Although couched as a question, Sunthar has in fact touched upon a contradiction inherent in a critique that itself is beholden to the frame from which it seeks to stand apart. Nor is this only an issue that arises when one offers a critique of 'normative ethics', but it is also relevant to the question of colonialism (more accurately to a critique of colonialism). In our times, it is all too apparent that the critics of colonialism-- Marxists, Hindu nationalists, pan-Islamists-- are themselves all too beholden to colonialism and to the categories and politics legitimated by the same. Yet even pointing this out, or I should say by "merely" pointing this out itself one runs the risk of falling prey precisely to the Enlightenment fallacy (depressingly alive and well even a century after Freud, one had hoped, had killed it, ungrateful and yet all too dutiful child of the Enlightenment that he was).
The fallacy in question is that of the Enlightenment subject, unitary and rational. A critique that purports to, if not stand apart from the frame it wishes to test (which is well nigh impossible), at least to undermine the frame's stability, one might go so far as to say its complacency, will need to undermine the very ground that is the Enlightenment subject.
It might seem odd that I seem to be conjuring up the Enlightenment subject as a trope, as if there were no 'normative ethics' other than the post-Christian ones globalized over the last few centuries. Of course there are; or one might say "were", for that which preceded is inaccessible to most of us now-- except through a range of post-Enlightenment disciplines and courses of study. Nor may we simply divide the world into "traditionalists" who do have such access, and the rest. For the former are not free to merely be in a post-Enlightenment world, but are themselves displaced: from that which merely was itself to that which purports to turn its back on history, on the political realities that enframe even those who would deny them. To put it another way, inasmuch as the "traditionalists" of today merely deny that which has incontrovertibly befallen them, they may do so only from the stagnancy of the ghetto, and themselves are denied the access that I had earlier asserted was denied to their "non-traditionalist" brethren.

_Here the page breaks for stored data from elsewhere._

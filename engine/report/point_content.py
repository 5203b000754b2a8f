"""What a report shows of one point: its status row, trends, forecasts, spectra and
findings, read from the archive (nothing is written).

:mod:`engine.report.assemble` calls :func:`point_content` for every point of a machine
or a survey and puts the parts together.  The rules of what is shown are set out in
that module's notes.
"""

from __future__ import annotations

import math
import re
from dataclasses import dataclass, field

import numpy as np

from ..alarms.evaluate import SEVERITY
from ..errors import InputError
from ..findings import SEVERITIES
from ..forecast import Forecast
from ..results import BAND_PREFIX, RunResults, band_value_name
from ..trends import SCALE_LABELS, TrendData, trend, value_levels
from ..units import ACCELERATION, unit as unit_of
from .content import hz, number
from .data import (STATES, FindingItem, ForecastItem, SpectrumPlot, StatusRow, TrendSeries,
                   iso_date)

#: The value that every point's trends start with: ISO broadband velocity, mm/s RMS.
OVERALL_VALUE = "overall_velocity_mm_s"
#: Trend value of each bearing defect family: the envelope line at the defect
#: frequency, g RMS (:data:`engine.results.STANDARD_VALUES`).
DEFECT_VALUES = {"FTF": "ftf_g", "BSF": "bsf_g", "BPFO": "bpfo_g", "BPFI": "bpfi_g"}
#: Finding severities reported whatever the point's state (those above "info").
REPORTED_SEVERITIES = SEVERITIES[1:]
#: States in which a point's findings are all reported (they explain the alarm).
ALARM_STATES = ("alert", "danger")
#: Forecast statuses that get a line in the forecast table (a flat or falling trend
#: has no date to give; its plot says so).
FORECAST_TABLE_STATUSES = ("forecast", "already above")
#: Band measures drawn on the (velocity) spectrum and on the envelope spectrum.
SPECTRUM_MEASURES = ("band_rms", "band_peak", "overall")
ENVELOPE_MEASURES = ("envelope_rms", "envelope_peak")

#: Longest source name used as it is for a marker label (rotated labels must fit the
#: plot's height; see :func:`marker_label`).
MARKER_LABEL_CHARS = 20

_DEFECT = re.compile(r"\b(FTF|BSF|BPFO|BPFI)\d*\b")


@dataclass
class PointPart:
    """One point's share of a report (see :func:`point_content`)."""

    row: StatusRow
    trends: list[TrendSeries] = field(default_factory=list)
    forecasts: list[ForecastItem] = field(default_factory=list)
    spectra: list[SpectrumPlot] = field(default_factory=list)
    findings: list[FindingItem] = field(default_factory=list)
    notes: list[str] = field(default_factory=list)


@dataclass
class PointLatest:
    """A point's latest run within the report's scope, as the value table has it.

    ``state`` is the recorded alarm state ("" when never evaluated), ``zone`` the ISO
    20816 zone, ``overall_mm_s`` the broadband velocity RMS (mm/s, NaN unknown),
    ``taken_s`` POSIX seconds (NaN when there is no run); ``note`` says why a point
    has no state.
    """

    run_id: str = ""
    state: str = "no data"
    zone: str = ""
    overall_mm_s: float = math.nan
    taken_s: float = math.nan
    worst_band: str = ""
    quality: str = ""
    note: str = ""


def value_label(value: str) -> str:
    """Plain name of a trend value: "overall velocity", "band 1x", "BPFO envelope line"."""
    if value == OVERALL_VALUE:
        return "overall velocity"
    if value.startswith(BAND_PREFIX):
        return f"band {value[len(BAND_PREFIX):]}"
    for family, name in DEFECT_VALUES.items():
        if value == name:
            return f"{family} envelope line"
    return value.replace("_", " ")


def report_state(state: str) -> str:
    """A recorded state as one of the report's :data:`~engine.report.data.STATES`
    (a point never evaluated, state "", shows as "no data")."""
    return state if state in STATES else "no data"


def reported_findings(results: RunResults | None, state: str) -> list[dict]:
    """The findings of a run that the report shows: those graded above "info", and
    every finding of a point in alert or danger (they explain the alarm)."""
    if results is None:
        return []
    return [f for f in results.findings
            if f.get("severity") in REPORTED_SEVERITIES or state in ALARM_STATES]


def defect_families(findings: list[dict]) -> list[str]:
    """Bearing defect families (FTF, BSF, BPFO, BPFI) named by bearing findings."""
    out: list[str] = []
    for f in findings:
        if f.get("kind") != "bearing":
            continue
        m = _DEFECT.search(str(f.get("title", "")))
        if m and m.group(1) not in out:
            out.append(m.group(1))
    return out


def _scale_unit(spectrum) -> str:
    return f"{spectrum.unit} {SCALE_LABELS.get(spectrum.scale, spectrum.scale)}".strip()


def _is_envelope_unit(text: str) -> bool:
    """True when an evidence unit ("g", "m/s2 RMS") is an acceleration: envelope lines."""
    try:
        return unit_of(str(text).split()[0]).quantity == ACCELERATION
    except (InputError, IndexError):
        return False


def evidence_markers(findings: list[dict]) -> tuple[list[tuple[float, str]],
                                                    list[tuple[float, str]]]:
    """Markers ``(Hz, source name)`` of the findings' evidence: (spectrum, envelope).

    Evidence in an acceleration unit was read on the envelope spectrum, the rest on
    the velocity spectrum; evidence without a frequency (a level) gives no marker; a
    source seen twice at the same frequency (to 0.01 Hz) is marked once.
    """
    spec: dict[tuple[float, str], float] = {}
    env: dict[tuple[float, str], float] = {}
    for f in findings:
        for e in f.get("evidence", []):
            freq = e.get("frequency_hz")
            if freq is None or not math.isfinite(float(freq)):
                continue
            label = marker_label(e)
            target = env if _is_envelope_unit(e.get("unit", "")) else spec
            target.setdefault((round(float(freq), 2), label), float(freq))
    return ([(f, k[1]) for k, f in spec.items()], [(f, k[1]) for k, f in env.items()])


def marker_label(e: dict) -> str:
    """A marker's label: the evidence's source name, or its description when the name
    is longer than :data:`MARKER_LABEL_CHARS` and the description shorter (a gear
    sideband reads "sideband -1× input" rather than "gear mesh input–output -1×
    input"; the finding's evidence keeps the full name)."""
    src = str(e.get("source_name") or "").strip()
    desc = str(e.get("description") or "").strip()
    if src and (len(src) <= MARKER_LABEL_CHARS or not desc or len(desc) >= len(src)):
        return src
    return desc or src


def evidence_text(e: dict) -> str:
    """One piece of evidence as a sentence: what, where (Hz), how much, matched to what."""
    desc = str(e.get("description", "")).strip()
    parts = []
    if e.get("frequency_hz") is not None and math.isfinite(float(e["frequency_hz"])):
        parts.append(hz(float(e["frequency_hz"])))
    if e.get("amplitude") is not None and math.isfinite(float(e["amplitude"])):
        parts.append(f"{number(float(e['amplitude']))} {e.get('unit', '')}".strip())
    text = desc + (": " + ", ".join(parts) if parts else "")
    src = str(e.get("source_name") or "")
    if src and _letters(src) not in _letters(desc):
        text += f" (matched to {src})"   # only when the description does not name it
    return text


def _letters(text: str) -> str:
    """The letters of a text, lower case: "2×BPFO+1×" and "sideband +1× of 2×BPFO" share
    "bpfo", so the second already names the first."""
    return re.sub(r"[^a-z]", "", text.lower())


def plan_bands(plan, rpm: float, measures: tuple[str, ...]
               ) -> list[tuple[float, float, float | None, float | None, str]]:
    """Bands of ``plan`` with their own edges, of the given measures, in Hz at ``rpm``.

    The broadband overall band (no edges) is left out: it spans the whole spectrum and
    its levels are on the overall-velocity trend.
    """
    out = []
    for b in plan.bands if plan is not None else ():
        if b.measure not in measures or b.low is None or b.high is None:
            continue
        edges = b.edges_hz(rpm)
        if edges is not None:
            out.append((float(edges[0]), float(edges[1]), float(b.alert), float(b.danger),
                        b.name))
    return out


def _dates(fc: Forecast, level: str) -> tuple[str, tuple[str, str] | None]:
    date = iso_date(getattr(fc, f"{level}_date_s"))
    lo, hi = iso_date(getattr(fc, f"{level}_low_s")), iso_date(getattr(fc, f"{level}_high_s"))
    return date, ((lo, hi) if lo or hi else None)


def forecast_item(label: str, td: TrendData) -> ForecastItem:
    """The forecast table's line of a trend (dates ISO, "" when not forecast)."""
    fc = td.forecast
    alert, alert_iv = _dates(fc, "alert")
    danger, danger_iv = _dates(fc, "danger")
    return ForecastItem(point=label, value=value_label(td.value), unit=td.unit,
                        status=fc.status, model=fc.model, alert_date=alert,
                        alert_interval=alert_iv, danger_date=danger,
                        danger_interval=danger_iv)


def trend_series(label: str, td: TrendData, since_s: float | None) -> TrendSeries:
    """A trend for the report: runs at or after ``since_s`` (POSIX s) shown, the
    forecast (made from the whole history) kept as it is."""
    keep = np.ones(td.times_s.size, bool) if since_s is None else td.times_s >= since_s
    return TrendSeries(point=label, value=value_label(td.value), unit=td.unit,
                       times_s=td.times_s[keep], values=td.values[keep], alert=td.alert,
                       danger=td.danger,
                       forecast=td.forecast.as_dict() if td.forecast is not None else None)


def _trend(arc, point: str, value: str, until_s: float | None, notes: list[str]
           ) -> TrendData:
    """:func:`engine.trends.trend`; when the forecast itself fails on a numerical
    problem, the trend without forecast and a note saying so (the report goes out)."""
    try:
        return trend(arc, point, value, until_s=until_s)
    except InputError:
        raise
    except (ArithmeticError, OSError, ValueError) as exc:
        notes.append(f"{point}: no forecast of {value_label(value)} could be made "
                     f"({type(exc).__name__}: {exc}); its trend is shown without one.")
        return trend(arc, point, value, forecast=False, until_s=until_s)


def _trends(arc, point: str, plan, band_states: dict[str, str], families: list[str],
            until_s: float | None) -> tuple[list[TrendData], list[str]]:
    """The point's trends (overall, bands that matter, defect lines) and notes."""
    notes: list[str] = []
    out = [_trend(arc, point, OVERALL_VALUE, until_s, notes)]
    overall_band = value_levels(plan, OVERALL_VALUE)[3]
    for b in plan.bands if plan is not None else ():
        if b.name == overall_band:
            continue  # the same value as the overall velocity trend
        try:
            td = _trend(arc, point, band_value_name(b.name), until_s, notes)
        except InputError as exc:
            notes.append(f"{point}: band {b.name} has no trend ({exc}).")
            continue
        rising = td.forecast is not None and td.forecast.status == "forecast"
        if band_states.get(b.name) in ALARM_STATES or rising:
            out.append(td)
    for family in families:
        out.append(_trend(arc, point, DEFECT_VALUES[family], until_s, notes))
    return [td for td in out if td.times_s.size], notes


def _spectra(label: str, results: RunResults, findings: list[dict], plan
             ) -> list[SpectrumPlot]:
    spec_marks, env_marks = evidence_markers(findings)
    taken = iso_date(results.taken_s)
    out = []
    if results.spectrum is not None and spec_marks:
        out.append(SpectrumPlot(
            point=label, run_id=results.run_id, kind="spectrum",
            title=f"{label} \u2014 velocity spectrum, {taken}",
            frequency_hz=results.spectrum.frequency_hz, amplitude=results.spectrum.amplitude,
            unit=_scale_unit(results.spectrum), markers=sorted(spec_marks),
            bands=plan_bands(plan, results.rpm, SPECTRUM_MEASURES)))
    if results.envelope is not None and env_marks:
        band = results.envelope_band_hz
        demod = (f" (demodulated {band[0]:.0f}\u2013{band[1]:.0f} Hz)" if band else "")
        out.append(SpectrumPlot(
            point=label, run_id=results.run_id, kind="envelope",
            title=f"{label} \u2014 envelope spectrum{demod}, {taken}",
            frequency_hz=results.envelope.frequency_hz, amplitude=results.envelope.amplitude,
            unit=_scale_unit(results.envelope), markers=sorted(env_marks),
            bands=plan_bands(plan, results.rpm, ENVELOPE_MEASURES)))
    return out


def point_content(arc, point: str, *, machine_label: str, machine_name: str,
                  latest: PointLatest, plan,
                  since_s: float | None = None, until_s: float | None = None) -> PointPart:
    """Everything a report shows of one point.

    Parameters
    ----------
    arc : Archive
        Read only.
    point : str
        ``"Site/Machine/Point"``.
    machine_label, machine_name : str
        How the report names the machine (its tag, with the site when the plant has
        several) and the machine's name; plots and tables name the point
        ``"<machine_label> <point name>"``, e.g. ``"P-102 pump DE H"``.
    latest : PointLatest
        The point's latest run within the report's scope.
    plan : AlarmPlan or None
        The plan in force.
    since_s, until_s : float, optional
        Trends show runs taken at or after ``since_s``; trends and forecasts use the
        runs taken at or before ``until_s`` (POSIX seconds).

    Returns
    -------
    PointPart
    """
    name = arc.point(point).name
    point_label = f"{machine_label} {name}"
    state = report_state(latest.state)
    results = arc.results(latest.run_id) if latest.run_id else None
    findings = reported_findings(results, state)
    notes = [latest.note] if latest.note else []
    if latest.quality and latest.quality != "ok":
        notes.append(f"data quality {latest.quality}")
    if findings:
        notes.append(str(findings[0].get("title", "")))
    row = StatusRow(machine=machine_label, machine_name=machine_name, point=name,
                    state=state, zone=latest.zone, overall_mm_s=float(latest.overall_mm_s),
                    taken=iso_date(latest.taken_s), worst_band=latest.worst_band,
                    note="; ".join(n for n in notes if n))
    part = PointPart(row=row)
    if not latest.run_id:
        return part
    band_states = {b["band"]: b["state"] for b in (results.bands if results else [])}
    tds, part.notes = _trends(arc, point, plan, band_states, defect_families(findings),
                              until_s)
    for td in tds:
        part.trends.append(trend_series(point_label, td, since_s))
        if (td.forecast is not None and td.forecast.status in FORECAST_TABLE_STATUSES
                and (td.alert is not None or td.danger is not None)):
            part.forecasts.append(forecast_item(point_label, td))
    if results is not None:
        part.spectra = _spectra(point_label, results, findings, plan)
        taken = iso_date(results.taken_s)
        part.findings = [FindingItem(
            machine=machine_label, point=row.point, run_id=results.run_id, taken=taken,
            title=str(f.get("title", "")), severity=str(f.get("severity", "")),
            evidence=[evidence_text(e) for e in f.get("evidence", [])],
            recommendation=str(f.get("recommendation", ""))) for f in findings]
    return part


def worst_state(states) -> str:
    """The most urgent of some states (danger > alert > bad data > ok > no data)."""
    states = list(states)
    return max(states, key=lambda s: SEVERITY.get(s, -1)) if states else "no data"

The question remains, what is to be done about the (troublesome) Enlightenment. One approach is suggested by that which does not appear in Sunthar's question. That is, instead of asking what alternative ground one might have for a critique of 'normative ethics' if moral philosophy is a secularization of Christian theology (one could add "if secularization itself presupposes Christianity"), one might ask what a critique might "look" like if it did not rely on "ground" (as any "ground" would be so irredeemably beholden to the 'normative ethics' sought to be critiqued as to fatally compromise the attempted critique), if it did not rely on an alternative project that it wished to substitute for an existing one. It goes without saying that I have no "answer" to the problem, but do feel that if the quest is for stable ground, we might be, like the Lord, taking away with one hand what we give with the other. That is, the substitution of one hegemony for another reveals the "critique" to be merely a twin that wishes to slay its brother, not to imagine a world where fratricide would not be deemed necessary. Or as Baudelaire puts the matter: —Hypocrite lecteur, —mon semblable, —mon frère!